Comparison Lower Bound
Think about playing 20 questions to figure out which of many possible arrangements is correct. Each yes/no answer rules out about half the remaining possibilities. The more possible arrangements there are, the more questions you need to ask before you're sure.
Sorting n items has n! possible orderings. Each comparison ("is A before B?") is one yes/no question that rules out some orderings. The lower bound proof shows that no matter how clever your comparison strategy is, you must ask at least \(\Omega(n \log n)\) questions to handle all n! possibilities. This means no comparison sort can ever be faster than \(O(n \log n)\) in the worst case — not with any trick, not ever.
The Decision Tree Model
Every comparison-based sort can be modeled as a binary decision tree. Each internal node is a comparison between two elements: "is arr[i] ≤ arr[j]?". Depending on the answer (yes or no), the algorithm follows a branch. At some point it reaches a leaf — a node with no more comparisons — which specifies the final sorted output.
Every possible input traces a unique root-to-leaf path through this tree. The number of comparisons for a given input equals the depth of its leaf. The worst-case comparison count is the height of the tree (depth of the deepest leaf).
The Tree Needs at Least n! Leaves
For an algorithm to be correct, it must produce the right output for every possible input. There are exactly n! possible orderings of n distinct elements. If two different orderings led to the same leaf, the algorithm would return the same output for both — but the correct sorted order differs between them, so at least one answer would be wrong.
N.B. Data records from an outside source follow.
@pytest.mark.parametrize("backend", ["threading", LOKY])
def test_an_interrupt_stops_all_workers(backend, many, tmp_path, monkeypatch):
    source, reference = many
    out = tmp_path / "out"

    class Interrupting:
        """Stands for the progress bar; the user interrupts after five parts."""

        def __init__(self, **options):
            self.left = 5

        __enter__ = lambda self: self  # noqa: E731
        __exit__ = lambda self, *_: None  # noqa: E731

        def update(self, patches):
            self.left -= 1
            if self.left == 0:
                raise KeyboardInterrupt

    with monkeypatch.context() as patch:
        patch.setattr(runs, "tqdm", Interrupting)
        with pytest.raises(KeyboardInterrupt):
            dumped(source, out, jobs=2, backend=backend)
    stopped = finished_parts(out)
    assert 5 <= stopped < 150
    time.sleep(0.1)
    assert finished_parts(out) <= stopped + 2  # a part in work may be finished
    summary = dumped(source, out, jobs=2)
    assert summary.kept_parts >= stopped
    assert is_complete(out, reference)


# What is resumed, and what is refused -------------------------------------------------------


def interrupted(source, out, after=2, transformer=FEW, **options):
    """Leave a run with some parts."""
    with pytest.MonkeyPatch.context() as patch:
        done, write_part = [], parts.write_part

        def stopping(*arguments):
            if len(done) == after:
                raise KeyboardInterrupt
            done.append(arguments)
            return write_part(*arguments)

        patch.setattr(runs, "write_part", stopping)
        with pytest.raises(KeyboardInterrupt):
            dumped(source, out, transformer, **options)


def test_finished_parts_are_kept_and_a_truncated_one_is_redone(source, tmp_path, reference):
    interrupted(source, tmp_path / "a", after=3)
    assert dumped(source, tmp_path / "a").kept_parts == 3
    assert is_complete(tmp_path / "a", reference["few"])
    interrupted(source, tmp_path / "b", after=3)
    there = sorted((tmp_path / "b").glob(f"{UNFINISHED}/*/part-*.parquet"))
    there[0].write_bytes(there[0].read_bytes()[:-1])
    there[1].write_bytes(b"")
    (there[0].parent / f"{there[0].name}.0123.tmp").write_bytes(b"half")
    assert dumped(source, tmp_path / "b").kept_parts == 1
    assert is_complete(tmp_path / "b", reference["few"])


def test_a_resume_needs_no_part_of_the_settings_that_decide_nothing(source, tmp_path, reference):
    interrupted(source, tmp_path / "out")
    other_jobs = MinkowskiCurves(**FEW.get_params() | {"n_jobs": 2})
    assert dumped(source, tmp_path / "out", other_jobs, jobs=3).kept_parts == 2
    read = [pq.read_table(io) for io in sorted((tmp_path / "out").glob("part-*.parquet"))]
    assert sum(len(table) for table in read) == 5


def test_a_complete_table_is_left_alone(source, out, reference):
    dumped(source, out)
    summary = dumped(source, out)
    assert "the table was complete already; nothing was done" in str(summary)
    assert (summary.patches, summary.rejects, summary.kept_parts) == (5, 2, 4)
    assert is_complete(out, reference["few"])


@pytest.mark.parametrize("state", ["an interrupted run", "a complete table"])
@pytest.mark.parametrize(
    ("transformer", "options", "message"),
    [
        (OTHER, {}, r"features\.levels\.raw: \[-2\.5, 2\.5\] -> \[-2\.5, 0\.0, 2\.5\]"),
        (FEW, {"size": 20}, r"size: \[16, 16\] -> \[20, 20\]"),
        (FEW, {"missing_value": 7.0}, r"missing_value: null -> 7\.0"),
        (FEW, {"label_from": "folder"}, r'label_from: null -> "folder"'),
    ],
)
def test_other_settings_are_refused(
    state, transformer, options, message, source, tmp_path, reference
):
    out = tmp_path / "out"
    if state == "a complete table":
        dumped(source, out)
    else:
        interrupted(source, out)
    before = files_of(out)
    with pytest.raises(OutputRefused, match=rf"holds {state} of other[\s\S]*{message}[\s\S]*fresh"):
        dumped(source, out, transformer, **options)
    assert files_of(out) == before
    dumped(source, out)
    assert is_complete(out, reference["few"])


def test_another_version_is_refused(source, tmp_path, monkeypatch):
    interrupted(source, tmp_path / "out")
    monkeypatch.setattr(runs, "__version__", "99.0.0")
    with pytest.raises(OutputRefused, match=r'mfeat_version: ".*" -> "99\.0\.0"'):
        dumped(source, tmp_path / "out")


@pytest.mark.parametrize("state", ["an interrupted run", "a complete table"])
@pytest.mark.parametrize(
    ("change", "message"),
    [
        (lambda folder: np.save(folder / "d.npy", noise(5)), r"inputs added: d\.npy"),
        (lambda folder: (folder / "a.npy").unlink(), r"inputs removed: a\.npy"),
        (
            lambda folder: np.save(folder / "b.npy", noise(5, (50, 50))),
            r"inputs changed: b\.npy \(size or time\)",
        ),
    ],
)
def test_other_inputs_are_refused(state, change, message, tmp_path):
    source, out = write_images(tmp_path / "in"), tmp_path / "out"
    if state == "a complete table":
        dumped(source, out)
    else:
        interrupted(source, out)
    change(source)
    with pytest.raises(
        OutputRefused, match=rf"{state} of other settings or inputs[\s\S]*{message}"
    ):
        dumped(source, out)
    fresh = dumped(source, out, fresh=True)
    dumped(source, tmp_path / "again")
    assert fresh.kept_parts == 0
    assert is_complete(out, files_of(tmp_path / "again"))


def test_many_changed_inputs_are_shortened(tmp_path):
    for k in range(9):
        np.save(tmp_path / f"{k}.npy", noise(k))
    dumped(tmp_path / "?.npy", tmp_path / "out")
    for k in range(9):
        os.utime(tmp_path / f"{k}.npy", (1, k))
    with pytest.raises(OutputRefused, match=r"0\.npy \(size or time\), .*, \.\.\. \(9\)"):
        dumped(tmp_path / "?.npy", tmp_path / "out")


def test_a_changed_manifest_is_refused_with_the_column(tmp_path):
    np.save(tmp_path / "a.npy", noise(0))
    manifest = tmp_path / "m.csv"
    manifest.write_text("path,label\na.npy,dull\n")
    dumped(manifest, tmp_path / "out")
    manifest.write_text("path,label\na.npy,bright\n")
    with pytest.raises(OutputRefused, match=r"inputs changed: a\.npy \(label\)"):
        dumped(manifest, tmp_path / "out")
    manifest.write_text("path,label,lot\na.npy,dull,3\n")
    with pytest.raises(OutputRefused, match=r"columns of the manifest: .*lot.* on one side only"):
        dumped(manifest, tmp_path / "out")


def test_another_mask_of_the_same_size_and_time_is_noticed(tmp_path):
    np.save(tmp_path / "a.npy", noise(0, (16, 16)))
    for name, row in (("one", 3), ("other", 9)):
        mask = np.ones((16, 16), dtype=bool)
        mask[row] = False
        np.save(tmp_path / f"{name}.npy", mask)
        os.utime(tmp_path / f"{name}.npy", (7, 7))  # as archives with fixed times unpack
    manifest = tmp_path / "m.csv"
    manifest.write_text("path,mask\na.npy,one.npy\n")
    dumped(manifest, tmp_path / "out")
    manifest.write_text("path,mask\na.npy,other.npy\n")
    with pytest.raises(OutputRefused, match=r"inputs changed: a\.npy \(mask\)"):
        dumped(manifest, tmp_path / "out")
Therefore, a correct comparison sort's decision tree must have at least n! leaves.
Height ≥ \(\log_2(n!)\) ≈ n log n
A binary tree with L leaves has height at least ⌈\(\log_2(L)\)⌉. With L ≥ n!, the height is at least \(\log_2(n!)\). By Stirling's approximation: \(\log_2(n!)\) = Σᵢ \(\log_2(i)\) ≥ (n/2)·\(\log_2(n/2)\) = \(\Omega(n \log n)\). More precisely, \(\log_2(n!)\) = \(\Theta(n \log n)\).
So every comparison sort must make at least \(\Omega(n \log n)\) comparisons in the worst case. Since merge sort and heap sort achieve \(O(n \log n)\), the bound is tight — they are asymptotically optimal among all comparison sorts.
Why Linear Sorts Bypass This
Linear sorts (counting sort, radix sort, bucket sort) don't fit the decision tree model at all — they never ask "is A ≤ B?" Instead, they read exact integer values and place elements directly. They're using a completely different source of information, so the \(\Omega(n \log n)\) lower bound simply doesn't apply to them.